Xie (2023) identified that performing DCA in unconventional wells may lead to an overestimated EUR due to early-time production rates exhibiting a prolonged flat trend. A better approach is to use the PNR flowrate, which is obtained by multiplying the PNR by a constant pressure drawdown to ensure a consistent rate unit:

$\begin{equation} q_{PNR} = \frac{q}{p_i - p_{\text{wf}}} \times (p_i - p_{\text{wf,min}}) \end{equation}$

where, $q_{PNR}$ represents the PNR flowrate at a constant pressure drawdown and $p_{wf,min}$ is the minimum or abandonment BHP.

2. Practical Aspects

The PNR flowrate decline trend converges to the actual rate decline trend when BHP is considerably stabilize. In the figure below, the late-time trends of PNR flowrate and actual oil rate are converge. This result demonstrates that performing DCA on PNR flowrate is more reliable than using actual rates, which are highly uncertain, especially in early-time data.

Another key advantage of this method is that the PNR flowrate decline trend is formed at early-time, and when we extend the decline trend to the end of historical period, it aligns well with the actual production trend.

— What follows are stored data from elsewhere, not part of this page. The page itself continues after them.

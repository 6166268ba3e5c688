// The trial as the user shaped it: mappings, import settings, plot decisions
// (all undoable), and the plot table and findings that follow from them.
import type { ColumnMapping } from '../../../shared/import/columnMapping';
import { detectColumns } from '../../../shared/import/detectColumns';
import { reuseMapping } from '../../../shared/import/reuseMapping';
import { buildPlotTable } from '../../../shared/import/buildPlotTable';
import { isImportError } from '../../../shared/import/importError';
import type { RawWorkbook } from '../../../shared/import/rawWorkbook';
import { checkQuality } from '../../../shared/quality/checkQuality';
import type { QualityFinding } from '../../../shared/table/qualityFinding';
import type { CropId, PlotTable } from '../../../shared/table/plotTable';
import { cropsNamed, type CropNamed } from '../../../shared/import/cropsNamed';
import { crops } from '../../../shared/units/crops';
import { applyDecisions, setHeaderRow, type Edits } from '../analysis/edits';
import { History } from './history.svelte';
import type { Sources } from './sources.svelte';

/** The plot table built from the files, or the message saying why it could not be. */
export type Built =
  { ok: true; table: PlotTable; findings: QualityFinding[] } | { ok: false; message: string };

export const DEFAULT_EDITS: Edits = {
  mappings: {},
  settings: { crop: 'corn', rateBasis: 'nutrient' },
  decisions: {},
};

export class Trial {
  edits = $state.raw<Edits>(DEFAULT_EDITS);
  /** The table of an opened project, used while its spreadsheets are not open. */
  projectTable = $state.raw<PlotTable | null>(null);
  readonly #history: History;
  readonly #sources: Sources;

  /**
   * @param sources - the open files
   * @param history - the workspace's undo history, which this trial's changes go to
   */
  constructor(sources: Sources, history: History = new History()) {
    this.#sources = sources;
    this.#history = history;
  }

  /** What Undo would take back, or null (the workspace's history, prices included). */
  get undoLabel(): string | null {
    return this.#history.undoLabel;
  }

  get redoLabel(): string | null {
    return this.#history.redoLabel;
  }

  /** Workbooks that have a mapping, with their mappings, in file order. */
  #mapped = $derived.by(() => {
    const books: RawWorkbook[] = [];
    const maps: ColumnMapping[] = [];
    for (const book of this.#sources.workbooks) {
      const mapping = this.edits.mappings[book.file.name];
      if (mapping) {
        books.push(book);
        maps.push(mapping);
      }
    }
    return { books, maps };
  });

  /**
   * The crops the mapped plots sheets name (sheet name, title row, crop column or file name), with
   * how many sheets name each, most first. One crop is analysed at a time (buildPlotTable leaves
   * the others' sheets out), so with more than one the workspace offers the choice.
   */
  namedCrops: CropNamed[] = $derived(
    cropsNamed(
      this.#mapped.books.map((b, i) => ({ name: b.file.name, mapping: this.#mapped.maps[i] })),
    ),
  );

  /**
   * True when plots sheets are mapped, none names its crop and the user has not said which it is:
   * the crop is then only the default, and the workspace asks rather than guessing in silence.
   */
  cropUnknown: boolean = $derived(
    !this.edits.settings.cropConfirmed &&
      this.#mapped.maps.some((m) => m.sheets.some((s) => s.use === 'plots')) &&
      this.#mapped.maps.every((m) => m.sheets.every((s) => s.use !== 'plots' || !s.cropHint)),
  );

  built: Built | null = $derived.by(() => {
    const { books, maps } = this.#mapped;
    if (books.length === 0) {
      return this.projectTable ? { ok: true, table: this.projectTable, findings: [] } : null;
    }
    try {
      return { ok: true, ...buildPlotTable(books, maps, this.edits.settings) };
    } catch (error) {
      const message =
        isImportError(error) || error instanceof Error ? error.message : String(error);
      return { ok: false, message };
    }
  });

  /** The plot table with the user's decisions applied; null before any file is read. */
  table: PlotTable | null = $derived(
    this.built?.ok
      ? applyDecisions(this.built.table, this.edits.decisions, this.edits.corrections)
      : null,
  );

  /**
   * Findings from reading the cells and from the data checks. The checks run on
   * the table as built (before the user's decisions), so a finding stays listed
   * with the decision taken on it.
   */
  findings: QualityFinding[] = $derived.by(() => {
    const built = this.built;
    if (!built?.ok) return [];
    try {
      return [...built.findings, ...checkQuality(built.table)];
    } catch (error) {
      return [
        ...built.findings,
        {
          code: 'model-not-fitted',
          severity: 'warning',
          message: `The data checks could not run: ${error instanceof Error ? error.message : String(error)}`,
          refs: [],
        },
      ];
    }
  });

  /**
   * Detects the columns of workbooks that have no mapping yet (not an undoable
   * step). A file opened again under the same name keeps the user's column
   * choices when its layout is the same (reuseMapping), else is detected afresh.
   * @param reopened - names of files just read again
   */
  detectNew(reopened: readonly string[] = []): void {
    const books = this.#sources.workbooks.filter(
      (b) => !this.edits.mappings[b.file.name] || reopened.includes(b.file.name),
    );
    if (books.length === 0) return;
    const first = Object.keys(this.edits.mappings).length === 0;
    const mappings = { ...this.edits.mappings };
    for (const book of books) {
      const saved = mappings[book.file.name];
      mappings[book.file.name] = saved ? reuseMapping(book, saved).mapping : detectColumns(book);
    }
    // The first files set the crop the way the command line does (the crop most of their sheets
    // name), unless the user has said it; later files never switch it (the picker does).
    const named =
      first && !this.edits.settings.cropConfirmed
        ? cropsNamed(books.map((b) => ({ name: b.file.name, mapping: mappings[b.file.name] })))
        : [];
    const settings =
      named.length > 0 && named[0].crop !== this.edits.settings.crop
        ? { ...this.edits.settings, crop: named[0].crop, standardMoisturePct: undefined }
        : this.edits.settings;
    this.edits = { ...this.edits, mappings, settings };
  }

  /**
   * Sets the crop (undoable); the standard moisture follows the crop's unless the user sets one.
   * @param crop - the crop the plots are
   */
  setCrop(crop: CropId): void {
    this.change(`Crop: ${crops(crop).label}`, {
      ...this.edits,
      settings: {
        ...this.edits.settings,
        crop,
        cropConfirmed: true,
        standardMoisturePct: undefined,
      },
    });
  }

  /**
   * Reads a sheet's headers from the row the user chose (undoable).
   * @param file - the file's name
   * @param sheet - the sheet's name
   * @param headerRow - the 1-based header row
   */
  setHeaderRow(file: string, sheet: string, headerRow: number): void {
    const raw = this.#sources.workbooks.find((b) => b.file.name === file);
    const mapping = this.edits.mappings[file];
    if (!raw || !mapping) return;
    this.change(`Sheet ${sheet || file}: header in row ${headerRow}`, {
      ...this.edits,
      mappings: { ...this.edits.mappings, [file]: setHeaderRow(mapping, raw, sheet, headerRow) },
    });
  }

  /** Makes an undoable change. */
  change(label: string, next: Edits): void {
    const before = this.edits;
    this.edits = next;
    this.#history.record(label, {
      before: () => (this.edits = before),
      after: () => (this.edits = next),
    });
  }

  undo(): void {
    this.#history.undo();
  }

  redo(): void {
    this.#history.redo();
  }

  /** Replaces the edits wholesale (a restored session); forgets the undo history. */
  restore(edits: Edits): void {
    this.edits = edits;
    this.#history.clear();
  }
}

$\label{practical_aspects}$
Source: Xie, Xueying (2025)

2.1. PNR DCA Methodology

Performing DCA on PNR flowrate provides a more reliable EUR estimation as it integrates both rate and pressure decline,overcoming early-time challenges. The methodology involves:

Plotting the PNR flowrate vs cumulative production.
Performing a history match curve fit for the identified decline segment(s).
Forecasting production using the fitted decline parameters until the end of the well's life.

$\label{methodology}$
Source: Xie, Xueying (2025)

2.2. Practial Tips

Here are some practical guidelines for using PNR DCA

For a starting point, setting $b$ = 1 has shown to provide a good fit.
Be cautious when using data within the first 30 days, as early-time data can be highly influenced by the initial reservoir pressure ( $p_{i}$ ).
The minimum or limiting decline rate ( $D_{\text{min}}$ or $D_{\text{lim}}$ ) can be assumed in a range to obtain EUR uncertainty.

3. PNR DCA in whitson+

3.1. Autofit

The autofit algorithm identifies the last 50% data that is non-zero and fits the PNR DCA parameters to this portion. A sequence of zero rates in the data typically indicates a shut-in, requiring re-initialization of the PNR DCA fit.

3.1.1. Residual Function

The fitting routine uses the following residual function in the least squares routine:

$\begin{equation} r_i = w_i(q_i(1+ba_i(t-t_0))^{-1/b} - q) \end{equation}$

where $r_i$ is the residual at time $i$ , $w_i$ is the weight factor of time $i$, $t_0$ is the time index and $q$ is the production rate.

3.1.2. Default Bounds

Parameter	Lower Bound	Higher Bound	Unit
$q_i$	40% of max observed q	20% higher than max observed q	volume unit / time
$a_i$	0	10	/ yr
$b$	0.5	1.2	-

3.1.3. Adjusting Default Autofit Bounds on PNR DCA Parameters

You can adjust the autofit settings by modifying the decline parameter ranges for the default modified Arps decline.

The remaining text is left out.